• Exercise prompt
Give the number of lines in the records below that include "payloads", and nothing more.

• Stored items
-*-*-
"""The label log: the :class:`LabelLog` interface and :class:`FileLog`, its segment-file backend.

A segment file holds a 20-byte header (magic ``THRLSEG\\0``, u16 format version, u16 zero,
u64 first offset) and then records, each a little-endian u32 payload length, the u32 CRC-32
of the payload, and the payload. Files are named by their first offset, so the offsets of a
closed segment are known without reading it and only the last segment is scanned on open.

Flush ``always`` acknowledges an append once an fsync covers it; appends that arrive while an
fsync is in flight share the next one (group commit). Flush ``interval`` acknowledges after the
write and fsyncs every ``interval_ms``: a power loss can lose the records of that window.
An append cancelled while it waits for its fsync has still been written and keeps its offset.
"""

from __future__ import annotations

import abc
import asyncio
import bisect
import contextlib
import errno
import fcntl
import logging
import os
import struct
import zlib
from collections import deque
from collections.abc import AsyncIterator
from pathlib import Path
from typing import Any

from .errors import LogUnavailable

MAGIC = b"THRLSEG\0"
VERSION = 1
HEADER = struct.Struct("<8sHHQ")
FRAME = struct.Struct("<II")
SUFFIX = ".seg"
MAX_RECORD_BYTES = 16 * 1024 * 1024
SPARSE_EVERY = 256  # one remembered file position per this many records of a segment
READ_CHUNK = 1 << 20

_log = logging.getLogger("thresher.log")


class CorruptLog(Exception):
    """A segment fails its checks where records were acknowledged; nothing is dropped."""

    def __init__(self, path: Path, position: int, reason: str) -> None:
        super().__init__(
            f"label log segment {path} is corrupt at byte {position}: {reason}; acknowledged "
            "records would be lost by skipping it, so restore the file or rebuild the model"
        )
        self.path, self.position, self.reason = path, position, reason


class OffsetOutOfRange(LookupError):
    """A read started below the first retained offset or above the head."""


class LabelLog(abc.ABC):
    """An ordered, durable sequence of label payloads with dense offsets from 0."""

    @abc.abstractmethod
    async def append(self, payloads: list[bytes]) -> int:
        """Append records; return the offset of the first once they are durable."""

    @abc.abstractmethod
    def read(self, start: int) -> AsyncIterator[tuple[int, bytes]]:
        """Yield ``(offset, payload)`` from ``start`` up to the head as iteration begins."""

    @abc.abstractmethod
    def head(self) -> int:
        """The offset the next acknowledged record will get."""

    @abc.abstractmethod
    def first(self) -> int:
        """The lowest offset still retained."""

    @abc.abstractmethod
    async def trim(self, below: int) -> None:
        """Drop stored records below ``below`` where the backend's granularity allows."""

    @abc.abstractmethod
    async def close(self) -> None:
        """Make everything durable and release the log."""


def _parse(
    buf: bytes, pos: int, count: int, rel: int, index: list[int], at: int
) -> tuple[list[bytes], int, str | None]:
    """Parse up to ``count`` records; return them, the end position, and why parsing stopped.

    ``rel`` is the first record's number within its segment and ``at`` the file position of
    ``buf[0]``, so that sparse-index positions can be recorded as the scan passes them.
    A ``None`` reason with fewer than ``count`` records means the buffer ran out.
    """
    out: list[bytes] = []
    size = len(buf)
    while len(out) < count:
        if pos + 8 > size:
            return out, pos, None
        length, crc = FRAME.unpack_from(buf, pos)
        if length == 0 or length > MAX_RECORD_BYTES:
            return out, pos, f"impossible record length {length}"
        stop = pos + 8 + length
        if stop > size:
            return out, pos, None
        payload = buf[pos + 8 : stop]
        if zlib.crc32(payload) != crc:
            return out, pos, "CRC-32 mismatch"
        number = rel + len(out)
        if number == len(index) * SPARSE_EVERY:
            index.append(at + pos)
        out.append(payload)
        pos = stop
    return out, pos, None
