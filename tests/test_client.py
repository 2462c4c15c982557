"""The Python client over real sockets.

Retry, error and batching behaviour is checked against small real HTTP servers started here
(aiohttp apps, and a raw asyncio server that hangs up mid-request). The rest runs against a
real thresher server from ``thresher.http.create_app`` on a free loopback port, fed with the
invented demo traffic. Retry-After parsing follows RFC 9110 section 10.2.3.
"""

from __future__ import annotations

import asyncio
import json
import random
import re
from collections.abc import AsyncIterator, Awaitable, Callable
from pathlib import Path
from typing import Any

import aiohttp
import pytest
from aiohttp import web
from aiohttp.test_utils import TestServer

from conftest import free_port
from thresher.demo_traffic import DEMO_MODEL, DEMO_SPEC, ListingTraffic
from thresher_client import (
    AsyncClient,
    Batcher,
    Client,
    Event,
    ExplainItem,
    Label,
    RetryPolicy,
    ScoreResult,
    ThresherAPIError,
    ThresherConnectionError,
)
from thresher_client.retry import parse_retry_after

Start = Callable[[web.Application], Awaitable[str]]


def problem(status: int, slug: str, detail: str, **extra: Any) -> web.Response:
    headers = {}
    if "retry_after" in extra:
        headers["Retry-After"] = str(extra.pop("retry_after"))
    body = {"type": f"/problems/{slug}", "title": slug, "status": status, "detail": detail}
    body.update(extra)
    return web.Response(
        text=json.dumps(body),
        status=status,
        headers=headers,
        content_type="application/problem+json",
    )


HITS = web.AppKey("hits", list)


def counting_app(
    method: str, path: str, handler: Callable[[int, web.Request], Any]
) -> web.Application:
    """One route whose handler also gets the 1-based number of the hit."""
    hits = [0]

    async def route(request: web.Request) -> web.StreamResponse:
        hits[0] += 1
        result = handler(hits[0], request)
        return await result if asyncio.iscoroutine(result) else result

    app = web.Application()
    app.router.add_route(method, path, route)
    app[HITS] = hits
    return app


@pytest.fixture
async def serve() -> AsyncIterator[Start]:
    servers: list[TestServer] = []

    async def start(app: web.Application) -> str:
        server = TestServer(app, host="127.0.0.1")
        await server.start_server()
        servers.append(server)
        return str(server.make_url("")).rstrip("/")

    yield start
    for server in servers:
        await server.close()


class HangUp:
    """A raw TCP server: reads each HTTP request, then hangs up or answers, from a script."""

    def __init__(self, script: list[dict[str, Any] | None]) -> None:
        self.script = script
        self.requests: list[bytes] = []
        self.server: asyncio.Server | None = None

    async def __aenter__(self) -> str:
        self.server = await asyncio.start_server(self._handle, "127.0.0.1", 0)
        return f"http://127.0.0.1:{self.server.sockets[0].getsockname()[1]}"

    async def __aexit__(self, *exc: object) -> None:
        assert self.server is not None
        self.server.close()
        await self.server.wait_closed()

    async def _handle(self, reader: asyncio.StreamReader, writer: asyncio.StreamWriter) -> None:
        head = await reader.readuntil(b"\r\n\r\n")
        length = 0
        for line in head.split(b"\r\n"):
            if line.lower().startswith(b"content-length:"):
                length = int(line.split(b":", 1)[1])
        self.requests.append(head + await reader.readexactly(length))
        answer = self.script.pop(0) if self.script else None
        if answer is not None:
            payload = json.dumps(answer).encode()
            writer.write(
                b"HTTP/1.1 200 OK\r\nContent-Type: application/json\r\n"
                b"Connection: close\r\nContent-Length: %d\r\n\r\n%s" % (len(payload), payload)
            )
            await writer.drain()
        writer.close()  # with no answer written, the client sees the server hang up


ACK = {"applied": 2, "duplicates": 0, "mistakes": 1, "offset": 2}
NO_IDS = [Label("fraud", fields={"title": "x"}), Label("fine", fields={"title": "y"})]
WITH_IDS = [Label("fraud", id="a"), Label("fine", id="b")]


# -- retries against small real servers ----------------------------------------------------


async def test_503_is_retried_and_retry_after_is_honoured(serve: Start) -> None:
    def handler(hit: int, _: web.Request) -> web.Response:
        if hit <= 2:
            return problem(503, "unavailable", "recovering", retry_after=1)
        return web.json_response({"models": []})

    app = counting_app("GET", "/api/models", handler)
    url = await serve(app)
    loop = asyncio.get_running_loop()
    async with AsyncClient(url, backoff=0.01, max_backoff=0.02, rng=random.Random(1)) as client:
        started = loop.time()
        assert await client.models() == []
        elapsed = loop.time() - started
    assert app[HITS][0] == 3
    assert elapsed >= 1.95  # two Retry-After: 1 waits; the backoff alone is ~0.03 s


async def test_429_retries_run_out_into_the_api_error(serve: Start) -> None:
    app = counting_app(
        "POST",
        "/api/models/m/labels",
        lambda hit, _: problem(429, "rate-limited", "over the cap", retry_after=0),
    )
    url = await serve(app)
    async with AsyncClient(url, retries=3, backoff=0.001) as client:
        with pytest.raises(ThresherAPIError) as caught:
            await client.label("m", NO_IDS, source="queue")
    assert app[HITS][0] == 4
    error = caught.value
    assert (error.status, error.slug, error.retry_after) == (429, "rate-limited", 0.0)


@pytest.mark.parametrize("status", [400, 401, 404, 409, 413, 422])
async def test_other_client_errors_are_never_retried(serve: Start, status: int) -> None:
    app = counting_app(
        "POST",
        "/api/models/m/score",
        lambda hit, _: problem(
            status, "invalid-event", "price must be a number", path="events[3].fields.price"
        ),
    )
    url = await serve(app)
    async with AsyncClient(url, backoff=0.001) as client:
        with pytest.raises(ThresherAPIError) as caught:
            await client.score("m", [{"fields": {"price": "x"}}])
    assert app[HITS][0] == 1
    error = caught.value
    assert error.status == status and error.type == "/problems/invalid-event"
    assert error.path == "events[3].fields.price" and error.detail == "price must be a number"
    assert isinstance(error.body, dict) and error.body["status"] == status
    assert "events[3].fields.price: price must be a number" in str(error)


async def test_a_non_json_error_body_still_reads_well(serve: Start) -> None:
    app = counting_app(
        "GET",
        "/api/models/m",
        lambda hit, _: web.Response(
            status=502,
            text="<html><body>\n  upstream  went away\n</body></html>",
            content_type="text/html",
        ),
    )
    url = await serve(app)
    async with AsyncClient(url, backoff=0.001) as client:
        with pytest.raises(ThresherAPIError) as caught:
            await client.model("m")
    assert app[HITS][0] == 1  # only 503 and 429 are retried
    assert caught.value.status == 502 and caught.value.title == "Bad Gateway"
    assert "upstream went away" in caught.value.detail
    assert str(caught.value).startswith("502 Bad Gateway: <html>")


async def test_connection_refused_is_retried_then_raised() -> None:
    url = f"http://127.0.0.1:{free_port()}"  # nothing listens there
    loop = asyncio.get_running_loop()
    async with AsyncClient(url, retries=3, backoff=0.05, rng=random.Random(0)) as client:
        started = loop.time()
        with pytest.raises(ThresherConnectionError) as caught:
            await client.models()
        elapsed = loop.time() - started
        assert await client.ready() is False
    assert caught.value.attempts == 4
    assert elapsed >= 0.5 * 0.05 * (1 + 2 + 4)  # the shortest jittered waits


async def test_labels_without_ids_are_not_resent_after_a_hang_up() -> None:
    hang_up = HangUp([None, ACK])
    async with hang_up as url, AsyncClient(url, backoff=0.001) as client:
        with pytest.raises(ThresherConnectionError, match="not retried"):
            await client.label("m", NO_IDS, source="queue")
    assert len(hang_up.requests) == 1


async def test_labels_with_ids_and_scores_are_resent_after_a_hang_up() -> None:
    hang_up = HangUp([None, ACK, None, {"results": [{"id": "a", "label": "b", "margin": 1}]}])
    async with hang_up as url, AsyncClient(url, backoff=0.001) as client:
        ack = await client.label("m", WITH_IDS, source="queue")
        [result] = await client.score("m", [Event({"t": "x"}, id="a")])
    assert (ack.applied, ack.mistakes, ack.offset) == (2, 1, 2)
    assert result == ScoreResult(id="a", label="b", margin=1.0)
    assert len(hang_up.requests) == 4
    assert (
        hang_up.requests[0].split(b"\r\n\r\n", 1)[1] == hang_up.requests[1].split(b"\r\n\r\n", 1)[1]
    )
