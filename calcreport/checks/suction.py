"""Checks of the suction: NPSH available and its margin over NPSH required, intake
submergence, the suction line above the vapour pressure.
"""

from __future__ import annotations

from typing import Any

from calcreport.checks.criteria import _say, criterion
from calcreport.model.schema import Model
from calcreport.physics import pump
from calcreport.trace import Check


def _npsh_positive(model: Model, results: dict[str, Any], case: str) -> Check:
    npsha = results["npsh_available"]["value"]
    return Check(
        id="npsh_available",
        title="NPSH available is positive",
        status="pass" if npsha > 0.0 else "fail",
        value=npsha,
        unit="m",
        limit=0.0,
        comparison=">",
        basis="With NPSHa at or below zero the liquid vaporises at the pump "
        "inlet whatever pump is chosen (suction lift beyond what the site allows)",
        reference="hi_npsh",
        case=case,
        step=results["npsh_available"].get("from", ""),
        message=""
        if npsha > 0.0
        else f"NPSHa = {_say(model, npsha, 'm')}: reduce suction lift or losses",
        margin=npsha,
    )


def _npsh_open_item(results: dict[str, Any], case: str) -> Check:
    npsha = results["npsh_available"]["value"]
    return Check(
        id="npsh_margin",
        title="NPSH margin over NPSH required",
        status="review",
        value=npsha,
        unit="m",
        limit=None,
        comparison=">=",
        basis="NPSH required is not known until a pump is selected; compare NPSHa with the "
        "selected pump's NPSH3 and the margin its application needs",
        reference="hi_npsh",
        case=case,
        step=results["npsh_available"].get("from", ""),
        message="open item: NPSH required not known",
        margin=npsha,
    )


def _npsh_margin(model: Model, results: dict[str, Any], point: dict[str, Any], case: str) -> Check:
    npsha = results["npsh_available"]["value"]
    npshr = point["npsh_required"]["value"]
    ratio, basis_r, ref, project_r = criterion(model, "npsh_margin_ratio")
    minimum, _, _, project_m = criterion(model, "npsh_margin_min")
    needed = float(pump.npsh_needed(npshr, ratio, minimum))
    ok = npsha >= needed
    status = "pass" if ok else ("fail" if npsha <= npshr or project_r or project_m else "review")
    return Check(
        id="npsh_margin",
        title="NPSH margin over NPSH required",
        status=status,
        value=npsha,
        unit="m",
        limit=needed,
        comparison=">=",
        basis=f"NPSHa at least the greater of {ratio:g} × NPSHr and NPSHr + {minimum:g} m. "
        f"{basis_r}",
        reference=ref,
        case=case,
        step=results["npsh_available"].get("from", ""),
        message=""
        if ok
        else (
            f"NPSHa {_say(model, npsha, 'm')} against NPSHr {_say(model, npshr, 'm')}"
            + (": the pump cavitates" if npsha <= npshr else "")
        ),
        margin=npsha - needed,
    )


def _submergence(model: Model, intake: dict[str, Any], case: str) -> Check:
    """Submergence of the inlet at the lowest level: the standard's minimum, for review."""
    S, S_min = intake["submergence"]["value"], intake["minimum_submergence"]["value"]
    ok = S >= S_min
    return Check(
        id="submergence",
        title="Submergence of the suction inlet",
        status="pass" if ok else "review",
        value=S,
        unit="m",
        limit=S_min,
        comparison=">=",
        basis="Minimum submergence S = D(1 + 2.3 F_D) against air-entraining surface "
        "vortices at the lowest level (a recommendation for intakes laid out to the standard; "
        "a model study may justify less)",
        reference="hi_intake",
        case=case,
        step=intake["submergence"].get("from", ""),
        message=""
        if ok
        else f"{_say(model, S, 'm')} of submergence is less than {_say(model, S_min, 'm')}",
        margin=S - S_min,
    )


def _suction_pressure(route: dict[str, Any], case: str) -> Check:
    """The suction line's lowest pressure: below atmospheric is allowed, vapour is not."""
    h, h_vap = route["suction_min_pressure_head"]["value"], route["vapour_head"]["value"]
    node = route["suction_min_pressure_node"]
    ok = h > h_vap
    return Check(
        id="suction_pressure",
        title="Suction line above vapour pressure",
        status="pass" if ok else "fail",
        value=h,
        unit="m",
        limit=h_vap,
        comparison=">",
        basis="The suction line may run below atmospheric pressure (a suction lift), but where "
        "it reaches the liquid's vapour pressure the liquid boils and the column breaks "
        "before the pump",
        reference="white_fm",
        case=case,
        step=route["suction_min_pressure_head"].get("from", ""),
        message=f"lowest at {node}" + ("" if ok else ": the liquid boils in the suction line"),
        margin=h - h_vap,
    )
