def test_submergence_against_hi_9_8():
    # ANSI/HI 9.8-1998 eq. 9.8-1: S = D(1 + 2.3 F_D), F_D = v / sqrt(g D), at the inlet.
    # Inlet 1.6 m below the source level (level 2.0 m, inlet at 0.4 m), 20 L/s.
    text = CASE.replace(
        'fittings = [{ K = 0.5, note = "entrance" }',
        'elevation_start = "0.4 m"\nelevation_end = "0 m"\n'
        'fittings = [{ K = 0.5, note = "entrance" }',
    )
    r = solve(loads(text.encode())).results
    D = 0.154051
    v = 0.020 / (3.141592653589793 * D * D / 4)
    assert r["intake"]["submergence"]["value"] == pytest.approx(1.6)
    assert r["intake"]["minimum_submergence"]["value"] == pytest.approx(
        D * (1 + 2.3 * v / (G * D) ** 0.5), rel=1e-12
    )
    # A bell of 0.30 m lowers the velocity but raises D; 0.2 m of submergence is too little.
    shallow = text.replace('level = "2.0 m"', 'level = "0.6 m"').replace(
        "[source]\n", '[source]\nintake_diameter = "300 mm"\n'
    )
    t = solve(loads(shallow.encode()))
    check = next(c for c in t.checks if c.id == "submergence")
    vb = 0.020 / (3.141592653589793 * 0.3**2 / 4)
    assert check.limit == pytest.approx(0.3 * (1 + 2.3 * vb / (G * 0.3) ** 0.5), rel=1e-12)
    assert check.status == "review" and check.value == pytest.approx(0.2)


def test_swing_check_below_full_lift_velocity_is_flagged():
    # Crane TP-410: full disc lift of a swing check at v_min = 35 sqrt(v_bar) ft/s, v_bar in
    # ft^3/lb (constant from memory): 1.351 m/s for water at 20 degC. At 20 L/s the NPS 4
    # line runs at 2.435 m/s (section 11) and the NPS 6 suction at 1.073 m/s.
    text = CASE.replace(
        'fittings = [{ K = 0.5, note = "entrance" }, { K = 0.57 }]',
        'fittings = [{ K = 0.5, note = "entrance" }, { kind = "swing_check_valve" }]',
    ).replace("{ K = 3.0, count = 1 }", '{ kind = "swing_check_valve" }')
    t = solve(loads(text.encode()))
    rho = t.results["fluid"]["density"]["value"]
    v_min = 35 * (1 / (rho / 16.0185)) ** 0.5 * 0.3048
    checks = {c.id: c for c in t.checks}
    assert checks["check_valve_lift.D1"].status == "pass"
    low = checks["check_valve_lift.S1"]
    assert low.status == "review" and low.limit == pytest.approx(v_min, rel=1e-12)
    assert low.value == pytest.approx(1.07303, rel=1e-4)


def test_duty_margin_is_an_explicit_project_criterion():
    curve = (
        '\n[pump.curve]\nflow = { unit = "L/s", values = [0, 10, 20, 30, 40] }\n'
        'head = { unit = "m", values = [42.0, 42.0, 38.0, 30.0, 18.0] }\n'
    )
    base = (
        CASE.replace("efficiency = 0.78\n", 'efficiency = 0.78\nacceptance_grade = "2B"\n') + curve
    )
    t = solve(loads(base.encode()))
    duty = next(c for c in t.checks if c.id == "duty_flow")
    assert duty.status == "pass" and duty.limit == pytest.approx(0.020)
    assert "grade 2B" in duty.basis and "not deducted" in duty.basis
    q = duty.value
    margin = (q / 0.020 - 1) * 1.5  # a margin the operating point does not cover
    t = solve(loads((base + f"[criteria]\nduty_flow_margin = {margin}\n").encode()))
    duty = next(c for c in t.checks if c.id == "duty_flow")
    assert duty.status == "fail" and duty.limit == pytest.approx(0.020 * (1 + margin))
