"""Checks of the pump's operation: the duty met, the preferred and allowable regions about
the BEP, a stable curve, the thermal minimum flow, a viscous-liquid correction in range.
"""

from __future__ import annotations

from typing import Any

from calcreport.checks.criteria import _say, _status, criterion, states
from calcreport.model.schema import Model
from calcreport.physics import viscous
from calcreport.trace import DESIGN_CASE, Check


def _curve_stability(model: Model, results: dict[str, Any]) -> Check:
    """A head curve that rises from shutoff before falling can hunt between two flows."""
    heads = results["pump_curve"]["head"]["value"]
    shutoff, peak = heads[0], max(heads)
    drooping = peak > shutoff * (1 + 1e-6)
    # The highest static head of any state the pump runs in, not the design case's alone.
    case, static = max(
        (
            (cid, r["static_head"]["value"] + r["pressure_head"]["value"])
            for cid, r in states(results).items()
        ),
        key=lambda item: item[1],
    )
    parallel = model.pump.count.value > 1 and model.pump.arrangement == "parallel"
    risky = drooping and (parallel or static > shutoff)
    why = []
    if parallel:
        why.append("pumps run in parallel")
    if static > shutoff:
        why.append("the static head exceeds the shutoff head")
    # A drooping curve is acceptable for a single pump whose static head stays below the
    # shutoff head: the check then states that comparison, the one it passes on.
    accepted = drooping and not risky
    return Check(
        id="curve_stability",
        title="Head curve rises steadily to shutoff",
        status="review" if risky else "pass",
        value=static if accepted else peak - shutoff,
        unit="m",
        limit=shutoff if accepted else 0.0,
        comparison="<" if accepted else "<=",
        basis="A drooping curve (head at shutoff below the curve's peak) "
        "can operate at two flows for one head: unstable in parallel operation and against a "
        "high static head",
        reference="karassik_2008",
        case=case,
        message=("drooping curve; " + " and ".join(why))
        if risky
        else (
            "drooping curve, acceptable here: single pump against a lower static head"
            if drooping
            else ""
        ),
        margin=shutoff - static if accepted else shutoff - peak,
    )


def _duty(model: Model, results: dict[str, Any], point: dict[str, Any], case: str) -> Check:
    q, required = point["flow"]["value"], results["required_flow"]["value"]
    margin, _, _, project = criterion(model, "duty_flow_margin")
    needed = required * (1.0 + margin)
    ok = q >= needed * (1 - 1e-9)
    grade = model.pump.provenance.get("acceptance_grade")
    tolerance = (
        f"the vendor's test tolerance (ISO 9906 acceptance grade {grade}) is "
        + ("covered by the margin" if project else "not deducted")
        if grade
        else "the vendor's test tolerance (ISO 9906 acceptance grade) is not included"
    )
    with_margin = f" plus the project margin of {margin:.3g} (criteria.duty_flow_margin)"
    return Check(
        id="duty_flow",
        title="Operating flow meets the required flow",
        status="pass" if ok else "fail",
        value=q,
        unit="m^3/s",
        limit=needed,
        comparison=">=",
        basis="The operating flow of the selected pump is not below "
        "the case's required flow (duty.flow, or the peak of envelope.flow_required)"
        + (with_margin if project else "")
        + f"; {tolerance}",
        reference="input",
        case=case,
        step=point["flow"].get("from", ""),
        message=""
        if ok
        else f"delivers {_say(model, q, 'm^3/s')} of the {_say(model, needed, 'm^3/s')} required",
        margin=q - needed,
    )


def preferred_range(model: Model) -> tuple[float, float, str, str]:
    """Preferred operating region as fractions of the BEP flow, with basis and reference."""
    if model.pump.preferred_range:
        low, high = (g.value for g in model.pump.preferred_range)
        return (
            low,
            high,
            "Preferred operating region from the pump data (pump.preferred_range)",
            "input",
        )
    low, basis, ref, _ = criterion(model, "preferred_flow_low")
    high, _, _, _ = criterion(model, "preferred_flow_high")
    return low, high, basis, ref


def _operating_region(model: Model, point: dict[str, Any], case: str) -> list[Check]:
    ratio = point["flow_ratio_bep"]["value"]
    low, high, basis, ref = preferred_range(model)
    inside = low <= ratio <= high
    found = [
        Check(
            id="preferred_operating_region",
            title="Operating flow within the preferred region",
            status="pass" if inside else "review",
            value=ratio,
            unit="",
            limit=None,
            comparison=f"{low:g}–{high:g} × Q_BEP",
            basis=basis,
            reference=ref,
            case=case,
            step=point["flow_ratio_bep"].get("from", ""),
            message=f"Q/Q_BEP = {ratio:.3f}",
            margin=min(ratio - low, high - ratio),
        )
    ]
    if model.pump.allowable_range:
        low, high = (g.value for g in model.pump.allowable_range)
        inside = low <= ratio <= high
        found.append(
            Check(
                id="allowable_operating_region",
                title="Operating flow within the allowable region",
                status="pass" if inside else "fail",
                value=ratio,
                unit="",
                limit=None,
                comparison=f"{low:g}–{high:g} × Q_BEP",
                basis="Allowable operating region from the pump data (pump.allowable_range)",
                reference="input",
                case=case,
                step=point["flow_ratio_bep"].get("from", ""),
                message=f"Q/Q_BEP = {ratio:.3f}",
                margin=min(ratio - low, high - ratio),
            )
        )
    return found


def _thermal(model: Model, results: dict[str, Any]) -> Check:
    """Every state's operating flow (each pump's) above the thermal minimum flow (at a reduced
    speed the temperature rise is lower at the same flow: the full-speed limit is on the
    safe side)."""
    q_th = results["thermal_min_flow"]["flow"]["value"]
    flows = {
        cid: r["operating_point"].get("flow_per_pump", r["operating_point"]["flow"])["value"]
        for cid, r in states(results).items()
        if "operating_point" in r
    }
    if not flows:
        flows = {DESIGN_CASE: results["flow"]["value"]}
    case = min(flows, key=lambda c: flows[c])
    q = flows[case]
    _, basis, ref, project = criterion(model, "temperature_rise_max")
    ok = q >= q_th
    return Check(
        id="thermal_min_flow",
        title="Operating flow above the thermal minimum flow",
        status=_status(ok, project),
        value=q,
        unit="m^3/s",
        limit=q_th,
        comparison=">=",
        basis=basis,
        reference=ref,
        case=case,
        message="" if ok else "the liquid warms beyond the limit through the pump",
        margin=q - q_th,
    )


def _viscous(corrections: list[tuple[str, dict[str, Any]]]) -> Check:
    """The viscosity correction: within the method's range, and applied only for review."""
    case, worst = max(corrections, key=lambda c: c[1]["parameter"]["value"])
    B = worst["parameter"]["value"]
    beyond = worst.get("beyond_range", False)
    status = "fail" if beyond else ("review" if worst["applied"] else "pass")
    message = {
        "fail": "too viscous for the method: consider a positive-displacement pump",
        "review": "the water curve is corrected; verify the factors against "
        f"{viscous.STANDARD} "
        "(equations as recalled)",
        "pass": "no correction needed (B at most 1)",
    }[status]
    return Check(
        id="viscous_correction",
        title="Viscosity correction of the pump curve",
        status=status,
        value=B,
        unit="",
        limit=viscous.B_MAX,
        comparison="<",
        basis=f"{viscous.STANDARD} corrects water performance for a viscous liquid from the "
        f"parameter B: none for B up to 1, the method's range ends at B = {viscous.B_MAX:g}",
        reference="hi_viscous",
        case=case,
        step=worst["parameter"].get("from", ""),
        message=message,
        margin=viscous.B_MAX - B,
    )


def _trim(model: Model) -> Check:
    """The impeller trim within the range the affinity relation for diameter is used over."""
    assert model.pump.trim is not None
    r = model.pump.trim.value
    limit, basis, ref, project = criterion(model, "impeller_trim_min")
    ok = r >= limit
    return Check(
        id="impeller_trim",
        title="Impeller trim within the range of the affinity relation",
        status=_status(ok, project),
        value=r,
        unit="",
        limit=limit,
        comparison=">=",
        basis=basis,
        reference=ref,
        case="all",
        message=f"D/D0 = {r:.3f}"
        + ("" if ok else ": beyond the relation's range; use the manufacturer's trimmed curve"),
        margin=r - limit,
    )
-*-*-
• Response
2